As a larger example, we applied the `-genabsyn` feature of rustlr to the ANSI C Yacc grammar published in 1985 by Jeff Lee, which was converted to rustlr syntax and found [here](https://cs.hofstra.edu/~cscccl/rustlr_project/cparser/cauto.grammar).  The raw grammar produced a shift-reduce conflict caused by the *dangling else* problem, which we fixed by giving  'else' a higher precedence than 'if'.  The raw grammar contained a few other issues we have not addressed, most notably when an identifier should be considered as `TYPE_NAME`. Manual fine tuning will definitely be required, as one should expect.  However, the generated AST is at least a good starting point.  In forming the enum types, for production rules without a left-hand side label, rustlr will also sometimes use the name of an alpha-numeric terminal symbol to create the name of the enum variant (if it is the first symbol on the right-hand side).

The AST enums are found [here](https://cs.hofstra.edu/~cscccl/rustlr_project/cparser/src/cauto_ast.rs) and the generated parser [here](https://cs.hofstra.edu/~cscccl/rustlr_project/cparser/src/cautoparser.rs).

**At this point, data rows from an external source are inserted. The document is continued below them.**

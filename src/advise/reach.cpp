#include "advise/reach.hpp"
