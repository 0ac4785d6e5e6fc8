// The lines are ngspice 39.3's own, as measured.
#include "worker/text_rules.hpp"

#include <catch2/catch.hpp>

using worker::Meaning;
using worker::meaning_of;
using worker::Phase;

TEST_CASE("what a healthy deck makes the library say means no harm") {
  CHECK(meaning_of("stdout Note: No compatibility mode selected!", Phase::load) == Meaning::harmless);
  CHECK(meaning_of("stdout Circuit: t", Phase::load) == Meaning::harmless);
  CHECK(meaning_of("stdout ", Phase::load) == Meaning::harmless);
  CHECK(meaning_of("stdout Doing analysis at TEMP = 27.000000 and TNOM = 27.000000", Phase::analysis) ==
        Meaning::harmless);
  CHECK(meaning_of("stdout No. of Data Rows : 1", Phase::analysis) == Meaning::harmless);
}

TEST_CASE("any other line is unexpected, an unknown one and a harmless one out of its phase too") {
  CHECK(meaning_of("stderr Error on line 3 or its substitute:", Phase::load) == Meaning::unexpected);
  CHECK(meaning_of("stderr Warning: singular matrix:  check node n3", Phase::analysis) == Meaning::unexpected);
  CHECK(meaning_of("stderr Note: Transient op finished successfully", Phase::analysis) == Meaning::unexpected);
  CHECK(meaning_of("stdout DC solution failed -", Phase::analysis) == Meaning::unexpected);
  CHECK(meaning_of("stdout something new", Phase::analysis) == Meaning::unexpected);
  CHECK(meaning_of("stdout No. of Data Rows : 1", Phase::load) == Meaning::unexpected);
  CHECK(meaning_of("stdout Circuit: t", Phase::analysis) == Meaning::unexpected);
}

TEST_CASE("stepping is told from its completion, and is unexpected while a deck loads") {
  CHECK(meaning_of("stderr Note: Starting dynamic gmin stepping", Phase::analysis) == Meaning::stepping);
  CHECK(meaning_of("stderr Trying gmin =   5.6234E-03 Warning: Further gmin increment", Phase::analysis) ==
        Meaning::stepping);
  CHECK(meaning_of("stderr Supplies reduced to   0.0000% ", Phase::analysis) == Meaning::stepping);
  CHECK(meaning_of("stderr Note: Dynamic gmin stepping completed", Phase::analysis) == Meaning::completed);
  CHECK(meaning_of("stderr Note: Source stepping completed", Phase::analysis) == Meaning::completed);
  CHECK(meaning_of("stderr Warning: source stepping failed", Phase::analysis) == Meaning::unexpected);
  CHECK(meaning_of("stderr Note: Starting source stepping", Phase::load) == Meaning::unexpected);
}

TEST_CASE("outside of a deck nothing matters") {
  CHECK(meaning_of("stdout ** ngspice-39 shared library", Phase::idle) == Meaning::harmless);
}
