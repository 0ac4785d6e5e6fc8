#include "advise/reach.hpp"

#include <algorithm>
#include <array>
#include <cmath>
#include <limits>
#include <vector>

#include "advise/search.hpp"
#include "network/corner.hpp"
#include "network/sweep.hpp"

namespace advise {
namespace {

using model::Override;

// What the sweep does, cut down to the states that decide: each is a set of overrides for the swept branches.
using States = std::vector<std::vector<Override>>;

// The volts that make a reading, out of the watched nodes of a network.
class Reading {
 public:
  explicit Reading(const model::Divider& divider) : input_(divider.input) {
    watch(divider.whole.probe);
    if (divider.whole.low.valid()) low_ = watch(divider.whole.low);
    if (divider.whole.high.valid()) high_ = watch(divider.whole.high);
  }

  [[nodiscard]] std::span<const model::NodeId> watched() const { return {nodes_.data(), count_}; }

  // With the free branch at the value that `share` stands for.
  [[nodiscard]] network::Quotient at(const network::FreeBranch& free, std::size_t condition, double share) const {
    const double low = low_ ? free.mixed(condition, low_, share) : input_.nominal_low;
    const double high = high_ ? free.mixed(condition, high_, share) : input_.nominal_high;
    return {input_.gain * (free.mixed(condition, 0, share) - low), high - low};
  }

 private:
  std::size_t watch(model::NodeId node) {
    nodes_[count_] = node;
    return count_++;
  }

  const model::Input& input_;
  std::array<model::NodeId, 3> nodes_;
  std::size_t count_ = 0;
  std::size_t low_ = 0;  // place among the watched nodes; 0, the pin's, where the end is a number of volts
  std::size_t high_ = 0;
};

// The smallest and largest of some readings; one that is not a number leaves no room.
struct Extent {
  double lowest = std::numeric_limits<double>::infinity();
  double highest = -std::numeric_limits<double>::infinity();

  void add(double reading) {
    if (std::isnan(reading)) lowest = -(highest = std::numeric_limits<double>::infinity());
    lowest = std::min(lowest, reading);
    highest = std::max(highest, reading);
  }
  [[nodiscard]] double span() const { return std::clamp(highest, 0.0, 1.0) - std::clamp(lowest, 0.0, 1.0); }
  [[nodiscard]] double gap() const { return std::min(lowest, 1 - highest); }
};

// No leakage, then each alone.
std::vector<std::vector<Override>> leakages(const model::ProbedNetwork& whole) {
  std::vector<std::vector<Override>> conditions(1);
  for (std::size_t i = 0; i < whole.leakages.size(); ++i)
    if (whole.leakage_amperes[i] != 0) conditions.push_back({{whole.leakages[i], whole.leakage_amperes[i]}});
  return conditions;
}

// A divider with one of its fixed resistors free, in all states.
class Trials {
 public:
  static std::optional<Trials> make(const model::Divider& divider, model::BranchId branch, double present,
                                    const States& states, std::span<const std::vector<Override>> leakage) {
    Trials trials(divider);
    const std::vector<network::Overrides> conditions(leakage.begin(), leakage.end());
    for (const auto& state : states) {
      auto free = network::FreeBranch::make(divider.whole.network, branch, present / 1000, present * 1000, state,
                                            conditions, trials.reading_.watched());
      if (!free) return std::nullopt;
      trials.states_.push_back(std::move(*free));
    }
    trials.moves_.resize(conditions.size() - 1);
    trials.signs_.resize(conditions.size() - 1);
    return trials;
  }

  [[nodiscard]] Trial at(double ohms, double gap_limit) {
    Extent nominal;
    Extent all;
    for (const auto& state : states_) {
      const double share = state.share(ohms);
      const network::Quotient still = reading_.at(state, 0, share);
      nominal.add(still.over / still.under);
      for (std::size_t i = 0; i < moves_.size(); ++i) {
        const network::Quotient leaking = reading_.at(state, i + 1, share);
        moves_[i] = {leaking.over - still.over, leaking.under - still.under};
      }
      all.add(network::extreme(still, moves_, network::Wanted::largest, signs_));
      all.add(network::extreme(still, moves_, network::Wanted::smallest, signs_));
    }
    return {nominal.span(), all.gap() - gap_limit};
  }

 private:
  explicit Trials(const model::Divider& divider) : reading_(divider) {}

  Reading reading_;
  std::vector<network::FreeBranch> states_;
  std::vector<network::Quotient> moves_;  // of each leakage, at the state that is looked at
  std::vector<signed char> signs_;
};

struct Candidate {
  const model::PartName* part = nullptr;
  model::BranchId branch;
  double ohms = 0;
};

// The branch of that element where it is a fixed resistor above zero and not swept.
std::optional<Candidate> as_candidate(const model::Divider& divider, const model::PartName& part,
                                      std::span<const model::SweptValues> swept) {
  const auto& branches = divider.whole.network.branches;
  if (!part.element.valid()) return std::nullopt;
  for (std::uint32_t i = 0; i < branches.size(); ++i) {
    const auto* resistor = std::get_if<model::Resistor>(&branches[i].part);
    if (resistor == nullptr || branches[i].origin != model::BranchOrigin::element ||
        branches[i].element != part.element)
      continue;
    const model::BranchId id{i};
    const double ohms = resistor->ohms.value;
    const bool is_swept =
        id == divider.whole.sensor || std::ranges::find(swept, id, &model::SweptValues::branch) != swept.end();
    if (is_swept || !resistor->ohms.fixed() || !(ohms > 0) || !std::isfinite(ohms)) return std::nullopt;
    return Candidate{&part, id, ohms};
  }
  return std::nullopt;
}

std::vector<Candidate> candidates(const model::Divider& divider, std::span<const model::SweptValues> swept) {
  std::vector<Candidate> found;
  for (const auto* arm : {&divider.upper, &divider.lower})
    for (const auto& part : *arm)
      if (const auto candidate = as_candidate(divider, part, swept)) found.push_back(*candidate);
  return found;
}

States extremes(const model::SweptValues& swept) {
  const auto [least, most] = std::ranges::minmax(swept.values);
  return {{{swept.branch, least}}, {{swept.branch, most}}};
}

States some_points(std::span<const model::SweptValues> swept) {
  std::size_t points = swept.front().values.size();
  for (const auto& branch : swept) points = std::min(points, branch.values.size());
  States states;
  const std::size_t count = std::min<std::size_t>(points, 11);
  for (std::size_t i = 0; i < count; ++i) {
    const std::size_t p = count > 1 ? i * (points - 1) / (count - 1) : 0;
    states.emplace_back();
    for (const auto& branch : swept) states.back().push_back({branch.branch, branch.values[p]});
  }
  return states;
}

bool can_follow(std::span<const model::SweptValues> swept) {
  return !swept.empty() &&
         std::ranges::none_of(swept, [](const auto& branch) { return branch.is_variable || branch.values.empty(); });
}

// Whether `a` is to be told rather than `b`: more span, or as much with less of a change.
bool better(const Found& a, double a_change, const Found& b, double b_change) {
  constexpr double as_good = 1e-9;
  return a.span > b.span + as_good || (a.span > b.span - as_good && a_change < b_change);
}

}  // namespace

std::optional<Reach> best_resistor(const model::Divider& divider, std::span<const model::SweptValues> swept,
                                   double gap_limit) {
  if (!can_follow(swept)) return std::nullopt;
  const States states = swept.size() == 1 ? extremes(swept.front()) : some_points(swept);
  const auto leakage = leakages(divider.whole);
  std::optional<Found> best;
  double best_change = 0;
  const model::PartName* best_part = nullptr;
  for (const Candidate& candidate : candidates(divider, swept)) {
    auto trials = Trials::make(divider, candidate.branch, candidate.ohms, states, leakage);
    if (!trials) continue;
    const auto found = largest_span(candidate.ohms, [&](double ohms) { return trials->at(ohms, gap_limit); });
    if (!found) continue;
    const double change = std::abs(std::log(found->ohms / candidate.ohms));
    if (best && !better(*found, change, *best, best_change)) continue;
    best = found;
    best_change = change;
    best_part = candidate.part;
  }
  if (!best) return std::nullopt;
  return Reach{best_part->name, best->ohms, best->span};
}

}  // namespace advise
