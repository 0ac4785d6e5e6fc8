#include "advise/reach.hpp"

#include <algorithm>
#include <array>
#include <cmath>
#include <limits>
#include <utility>
#include <vector>

#include "advise/search.hpp"
#include "network/corner.hpp"
#include "network/sweep.hpp"

namespace advise {
namespace {

using model::Override;

// What the sweep does, cut down to the states that decide: each is a set of overrides for the swept branches.
using States = std::vector<std::vector<Override>>;

// The volts that make a reading, out of the watched nodes of a network.
class Reading {
 public:
  explicit Reading(const model::Divider& divider) : input_(divider.input) {
    watch(divider.whole.probe);
    if (divider.whole.low.valid()) low_ = watch(divider.whole.low);
    if (divider.whole.high.valid()) high_ = watch(divider.whole.high);
  }

  [[nodiscard]] std::span<const model::NodeId> watched() const { return {nodes_.data(), count_}; }

  // With the free branch at the value that `share` stands for.
  [[nodiscard]] network::Quotient at(const network::FreeBranch& free, std::size_t condition, double share) const {
    const double low = low_ ? free.mixed(condition, low_, share) : input_.nominal_low;
    const double high = high_ ? free.mixed(condition, high_, share) : input_.nominal_high;
    return {input_.gain * (free.mixed(condition, 0, share) - low), high - low};
  }

 private:
  std::size_t watch(model::NodeId node) {
    nodes_[count_] = node;
    return count_++;
  }

  const model::Input& input_;
  std::array<model::NodeId, 3> nodes_;
  std::size_t count_ = 0;
  std::size_t low_ = 0;  // place among the watched nodes; 0, the pin's, where the end is a number of volts
  std::size_t high_ = 0;
};

// The smallest and largest of some readings; one that is not a number leaves no room.
struct Extent {
  double lowest = std::numeric_limits<double>::infinity();
  double highest = -std::numeric_limits<double>::infinity();

  void add(double reading) {
    if (std::isnan(reading)) lowest = -(highest = std::numeric_limits<double>::infinity());
    lowest = std::min(lowest, reading);
    highest = std::max(highest, reading);
  }
  [[nodiscard]] double span() const { return std::clamp(highest, 0.0, 1.0) - std::clamp(lowest, 0.0, 1.0); }
  [[nodiscard]] double gap() const { return std::min(lowest, 1 - highest); }
};

// No leakage, then each alone.
std::vector<std::vector<Override>> leakages(const model::ProbedNetwork& whole) {
  std::vector<std::vector<Override>> conditions(1);
  for (std::size_t i = 0; i < whole.leakages.size(); ++i)
    if (whole.leakage_amperes[i] != 0) conditions.push_back({{whole.leakages[i], whole.leakage_amperes[i]}});
  return conditions;
}

// A divider with one of its fixed resistors free, in all states.
class Trials {
 public:
  static std::optional<Trials> make(const model::Divider& divider, model::BranchId branch, double present,
                                    const States& states, std::span<const std::vector<Override>> leakage) {
    Trials trials(divider);
    const std::vector<network::Overrides> conditions(leakage.begin(), leakage.end());
    for (const auto& state : states) {
      auto free = network::FreeBranch::make(divider.whole.network, branch, present / 1000, present * 1000, state,
                                            conditions, trials.reading_.watched());
      if (!free) return std::nullopt;
      trials.states_.push_back(std::move(*free));
    }
    trials.moves_.resize(conditions.size() - 1);
    trials.signs_.resize(conditions.size() - 1);
    return trials;
  }

  [[nodiscard]] Trial at(double ohms, double gap_limit) {
    Extent nominal;
    Extent all;
    for (const auto& state : states_) {
      const double share = state.share(ohms);
      const network::Quotient still = reading_.at(state, 0, share);
      nominal.add(still.over / still.under);
      for (std::size_t i = 0; i < moves_.size(); ++i) {
        const network::Quotient leaking = reading_.at(state, i + 1, share);
        moves_[i] = {leaking.over - still.over, leaking.under - still.under};
      }
      all.add(network::extreme(still, moves_, network::Wanted::largest, signs_));
      all.add(network::extreme(still, moves_, network::Wanted::smallest, signs_));
    }
    return {nominal.span(), all.gap() - gap_limit};
  }

 private:
  explicit Trials(const model::Divider& divider) : reading_(divider) {}

  Reading reading_;
  std::vector<network::FreeBranch> states_;
  std::vector<network::Quotient> moves_;  // of each leakage, at the state that is looked at
  std::vector<signed char> signs_;
};

struct Candidate {
  const model::PartName* part = nullptr;
  model::BranchId branch;
  double ohms = 0;
};

// The letter that says what an element is: the first of its name behind the instances' names.
bool is_resistor(const model::PartName& part) {
  const std::size_t dot = part.name.rfind('.');
  const std::size_t first = dot == std::string::npos ? 0 : dot + 1;
  return first < part.name.size() && (part.name[first] == 'R' || part.name[first] == 'r');
}

// The branch of that element where it is a fixed resistor above zero and not swept.
std::optional<Candidate> as_candidate(const model::Divider& divider, const model::PartName& part,
                                      std::span<const model::SweptValues> swept) {
  const auto& branches = divider.whole.network.branches;
  if (!part.element.valid() || !is_resistor(part)) return std::nullopt;
  for (std::uint32_t i = 0; i < branches.size(); ++i) {
    const auto* resistor = std::get_if<model::Resistor>(&branches[i].part);
    if (resistor == nullptr || branches[i].origin != model::BranchOrigin::element ||
        branches[i].element != part.element)
      continue;
    const model::BranchId id{i};
    const double ohms = resistor->ohms.value;
    const bool is_swept =
        id == divider.whole.sensor || std::ranges::find(swept, id, &model::SweptValues::branch) != swept.end();
    if (is_swept || !resistor->ohms.fixed() || !(ohms > 0) || !std::isfinite(ohms)) return std::nullopt;
    return Candidate{&part, id, ohms};
  }
  return std::nullopt;
}

std::vector<Candidate> candidates(const model::Divider& divider, std::span<const model::SweptValues> swept) {
  std::vector<Candidate> found;
  for (const auto* arm : {&divider.upper, &divider.lower})
    for (const auto& part : *arm)
      if (const auto candidate = as_candidate(divider, part, swept)) found.push_back(*candidate);
  return found;
}

States extremes(const model::SweptValues& swept) {
  const auto [least, most] = std::ranges::minmax(swept.values);
  return {{{swept.branch, least}}, {{swept.branch, most}}};
}

States some_points(std::span<const model::SweptValues> swept) {
  std::size_t points = swept.front().values.size();
  for (const auto& branch : swept) points = std::min(points, branch.values.size());
  States states;
  const std::size_t count = std::min<std::size_t>(points, 11);
  for (std::size_t i = 0; i < count; ++i) {
    const std::size_t p = count > 1 ? i * (points - 1) / (count - 1) : 0;
    states.emplace_back();
    for (const auto& branch : swept) states.back().push_back({branch.branch, branch.values[p]});
  }
  return states;
}

bool can_follow(std::span<const model::SweptValues> swept) {
  return !swept.empty() &&
         std::ranges::none_of(swept, [](const auto& branch) { return branch.is_variable || branch.values.empty(); });
}

// The best that one resistor reaches.
struct Outcome {
  Reach reach;
  double change = 0;  // logarithm of its ohms over the present ones
  bool at_limit = false;
  bool across_sensor = false;
};

// Whether `a` is to be told rather than `b`: more span, or as much with less of a change.
bool better(const Outcome& a, const Outcome& b) {
  constexpr double as_good = 1e-9;
  const double more = a.reach.span_use - b.reach.span_use;
  return more > as_good || (more > -as_good && a.change < b.change);
}

// Whether a part far from its present value is as good left out or as a link, and then so.
void settle_limit(Trials& trials, double present, double gap_limit, Outcome& outcome) {
  constexpr double far = 10;
  constexpr double as_good = 1 - 1e-3;
  constexpr double rounding = 1e-12;
  const double ohms = outcome.reach.ohms;
  if (ohms < far * present && ohms > present / far) return;
  const double limit = ohms > present ? std::numeric_limits<double>::infinity() : 0;
  const Trial there = trials.at(limit, gap_limit);
  if (!(there.room >= -rounding) || !(there.span >= as_good * outcome.reach.span_use)) return;
  outcome.reach.ohms = limit;
  outcome.reach.span_use = there.span;
  outcome.at_limit = true;
}

bool is_across_sensor(const model::ProbedNetwork& whole, model::BranchId branch) {
  const auto& nodes = whole.network.branches[branch.index()].nodes;
  return whole.sensor_plus.valid() && ((nodes[0] == whole.sensor_plus && nodes[1] == whole.sensor_minus) ||
                                       (nodes[1] == whole.sensor_plus && nodes[0] == whole.sensor_minus));
}

std::optional<Outcome> outcome_of(const model::Divider& divider, const Candidate& candidate, const States& states,
                                  std::span<const std::vector<Override>> leakage, double gap_limit) {
  constexpr double worth_telling = 1e-6;
  auto trials = Trials::make(divider, candidate.branch, candidate.ohms, states, leakage);
  if (!trials) return std::nullopt;
  const auto found = largest_span(candidate.ohms, [&](double ohms) { return trials->at(ohms, gap_limit); });
  if (!found || !(found->span >= worth_telling)) return std::nullopt;
  Outcome outcome{{candidate.part->name, found->ohms, found->span},
                  std::abs(std::log(found->ohms / candidate.ohms)),
                  false,
                  is_across_sensor(divider.whole, candidate.branch)};
  settle_limit(*trials, candidate.ohms, gap_limit, outcome);
  return outcome;
}

Offers choose(std::span<const Outcome> outcomes) {
  const Outcome* best = nullptr;  // by ohms of its own before any that is at a limit
  const Outcome* most = nullptr;
  for (const Outcome& outcome : outcomes) {
    if (most == nullptr || better(outcome, *most)) most = &outcome;
    if (outcome.across_sensor) continue;
    if (best == nullptr || (best->at_limit && !outcome.at_limit) ||
        (best->at_limit == outcome.at_limit && better(outcome, *best)))
      best = &outcome;
  }
  if (most == nullptr) return {};
  if (best == nullptr) return {std::nullopt, most->reach};
  constexpr double more = 1 + 1e-3;
  constexpr double no_purpose = 2;
  const double gain = most->reach.span_use / best->reach.span_use;
  if (gain > no_purpose) return {most->reach, std::nullopt};
  return {best->reach, gain > more ? std::optional(most->reach) : std::nullopt};
}

}  // namespace

Offers resistor_offers(const model::Divider& divider, std::span<const model::SweptValues> swept, double gap_limit) {
  if (!can_follow(swept)) return {};
  const States states = swept.size() == 1 ? extremes(swept.front()) : some_points(swept);
  const auto leakage = leakages(divider.whole);
  std::vector<Outcome> outcomes;
  for (const Candidate& candidate : candidates(divider, swept))
    if (auto outcome = outcome_of(divider, candidate, states, leakage, gap_limit))
      outcomes.push_back(std::move(*outcome));
  return choose(outcomes);
}

}  // namespace advise
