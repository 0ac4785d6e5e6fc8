#include <algorithm>
#include <cmath>

#include "advise/reach.hpp"

namespace advise {
namespace {

double clipped(double reading) {
  return std::clamp(reading, 0.0, 1.0);
}

// The bare divider's reading at its ends, and the sensor's range.
struct Curve {
  double open = 0;
  double shorted = 0;
  double least_ohms = 0;
  double most_ohms = 0;

  [[nodiscard]] double span_at(double source_ohms) const {
    const auto reading = [&](double ohms) {
      return clipped(open + (shorted - open) * (source_ohms / (source_ohms + ohms)));
    };
    return std::abs(reading(least_ohms) - reading(most_ohms));
  }

  // The source resistance at which a sensor of `ohms` reads `reading`; not above zero where there is none.
  [[nodiscard]] double source_for(double reading, double ohms) const {
    const double share = (reading - open) / (shorted - open);
    return ohms * share / (1 - share);
  }
};

}  // namespace

// With one end clipped the span only rises or falls with Rs, so the largest lies at the free optimum or where an end of
// the range is just met.
double span_ceiling(double open_reading, double short_reading, std::span<const double> ohms) {
  if (ohms.empty()) return 0;
  const auto [least, most] = std::ranges::minmax(ohms);
  const Curve curve{open_reading, short_reading, least, most};
  double best = 0;
  const auto consider = [&](double source_ohms) {
    if (source_ohms > 0 && std::isfinite(source_ohms)) best = std::max(best, curve.span_at(source_ohms));
  };
  consider(std::sqrt(least * most));
  for (const double end : {0.0, 1.0})
    for (const double sensor : {least, most}) consider(curve.source_for(end, sensor));
  // A sensor that reaches zero ohms: the limit of a source resistance towards zero.
  if (least == 0 && most > 0) best = std::max(best, std::abs(clipped(curve.shorted) - clipped(curve.open)));
  return best;
}

std::optional<double> rail_ceiling(double bottom, double top, double least, double most) {
  if (!(most > 0) || !(top > bottom)) return std::nullopt;
  const double ratio = std::min(1.0, top / most);
  const auto reading = [&](double rail) { return clipped((ratio * rail - bottom) / (top - bottom)); };
  return std::max(0.0, reading(most) - reading(least));
}

}  // namespace advise
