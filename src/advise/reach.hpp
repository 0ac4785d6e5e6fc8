// The search for a better resistor: how much of the range one changed value could reach.
#pragma once

#include <optional>
#include <span>
#include <string>

#include "model/divider.hpp"
#include "model/plan.hpp"

namespace advise {

struct Reach {
  std::string part;
  double ohms = 0;
  double span_use = 0;
};

// The most that a bare divider between these ends could use, over its source resistance, with open_volts and
// short_volts held; the reading clipped to 0..1. `ohms` are the sensor's over the sweep; empty: 0. Formula: span is
// largest at Rs = sqrt(Rmin Rmax) where no end clips (derivative of the one-port form set to zero); else where an end
// begins to clip.
[[nodiscard]] double span_ceiling(const model::Input& input, const model::OnePort& form, std::span<const double> ohms);

// Over the value of one fixed resistor of the arms (the one that reaches most), from a thousandth to a thousand times
// its value: the largest span of the pin's nominal reading that keeps both gaps at `gap_limit` or more, leakage of
// either sign included. Where many values reach the same, the nearest to the present one. `swept` are the values of
// each swept branch of divider.whole.network, as a plan holds them: one swept branch is followed at its extremes, where
// a linear network's reading has its own; several are followed at up to eleven points of the sweep, the ends included.
// Nothing where no value of any fixed resistor keeps the gaps, nothing is swept, or a value is put into an expression
// (is_variable). Nonlinear branches count as open.
[[nodiscard]] std::optional<Reach> best_resistor(const model::Divider& divider,
                                                 std::span<const model::SweptValues> swept, double gap_limit);

}  // namespace advise
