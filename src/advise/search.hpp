// The search over one resistance for the largest span that keeps its distance from the ends.
#pragma once

#include <functional>
#include <optional>

namespace advise {

struct Trial {
  double span = 0;
  double room = 0;  // of the smaller gap above its limit; below zero: the value will not do
};

struct Found {
  double ohms = 0;
  double span = 0;
};

// The ohms of largest span among those with room, from a thousandth to a thousand times `present`; of values that reach
// the same, the nearest to it. Nothing where none has room.
[[nodiscard]] std::optional<Found> largest_span(double present, const std::function<Trial(double ohms)>& trial);

}  // namespace advise
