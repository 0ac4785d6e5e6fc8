// One reader for each group of tables. Each appends what it read to the sheet, and tells its errors.
#pragma once

#include <fmt/format.h>

#include "base/text.hpp"
#include "model/sheet.hpp"
#include "parse/sheet/keys.hpp"

namespace parse {

void read_rail(const std::string& name, TableKeys& keys, model::Sheet& sheet);
void read_converter(const std::string& name, TableKeys& keys, model::Sheet& sheet);
void read_input(const std::string& name, TableKeys& keys, model::Sheet& sheet);
void read_sensor(const std::string& name, TableKeys& keys, model::Sheet& sheet);
void read_part(const std::string& name, TableKeys& keys, model::Sheet& sheet);

// Limits and levels of the table [limit] or [level], or those of one input. `title` is how messages call the table.
[[nodiscard]] std::vector<model::LimitSetting> read_limits(const TomlEntry& entry, const std::string& title,
                                                           SheetContext& context);
[[nodiscard]] std::vector<model::LevelSetting> read_levels(const TomlEntry& entry, const std::string& title,
                                                           SheetContext& context);

// A table of an entry, or an error that says that one was expected.
[[nodiscard]] const TomlTable* table_of(const TomlEntry& entry, const std::string& title, SheetContext& context);

}  // namespace parse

[1]:https://docs.rs/rustlr/latest/rustlr/lexer_interface/struct.StrTokenizer.html
[2]:https://docs.rs/rustlr/latest/rustlr/generic_absyn/struct.LBox.html
[3]:https://docs.rs/rustlr/latest/rustlr/generic_absyn/struct.LRc.html
[4]:https://docs.rs/rustlr/latest/rustlr/zc_parser/struct.ZCParser.html#method.lbx
[5]:https://docs.rs/rustlr/latest/rustlr/zc_parser/struct.StackedItem.html#method.lbox
[sitem]:https://docs.rs/rustlr/latest/rustlr/zc_parser/struct.StackedItem.html
[chap1]:https://cs.hofstra.edu/~cscccl/rustlr_project/chapter1.html
[chap2]:https://cs.hofstra.edu/~cscccl/rustlr_project/chapter2.html
[chap3]:  https://cs.hofstra.edu/~cscccl/rustlr_project/chapter3.html
[lexsource]:https://docs.rs/rustlr/latest/rustlr/lexer_interface/struct.LexSource.html
[drs]:https://docs.rs/rustlr/latest/rustlr/index.html
[tktrait]:https://docs.rs/rustlr/latest/rustlr/lexer_interface/trait.Tokenizer.html
[tt]:https://docs.rs/rustlr/latest/rustlr/lexer_interface/struct.TerminalToken.html
[rtk]:https://docs.rs/rustlr/latest/rustlr/lexer_interface/enum.RawToken.html
[fromraw]:https://docs.rs/rustlr/latest/rustlr/lexer_interface/struct.TerminalToken.html#method.from_raw
[nextsymfun]:https://docs.rs/rustlr/latest/rustlr/lexer_interface/trait.Tokenizer.html#tymethod.nextsym
[zcp]:https://docs.rs/rustlr/latest/rustlr/zc_parser/struct.ZCParser.html
[ttnew]:https://docs.rs/rustlr/latest/rustlr/lexer_interface/struct.TerminalToken.html#method.new

[^footnote 1]: Each enum has a `_Nothing(&'lt ())` variant.  This is used to implement the Default trait.  The lifetime parameter exists so that all enums can be parameterized with a lifetime, if one was declared for the grammar.  Without the dummy reference one would have to compute a closure over the grammar to determine which enums require lifetimes and which do not: something that&#39;s determined to be too expensive relative to its importance.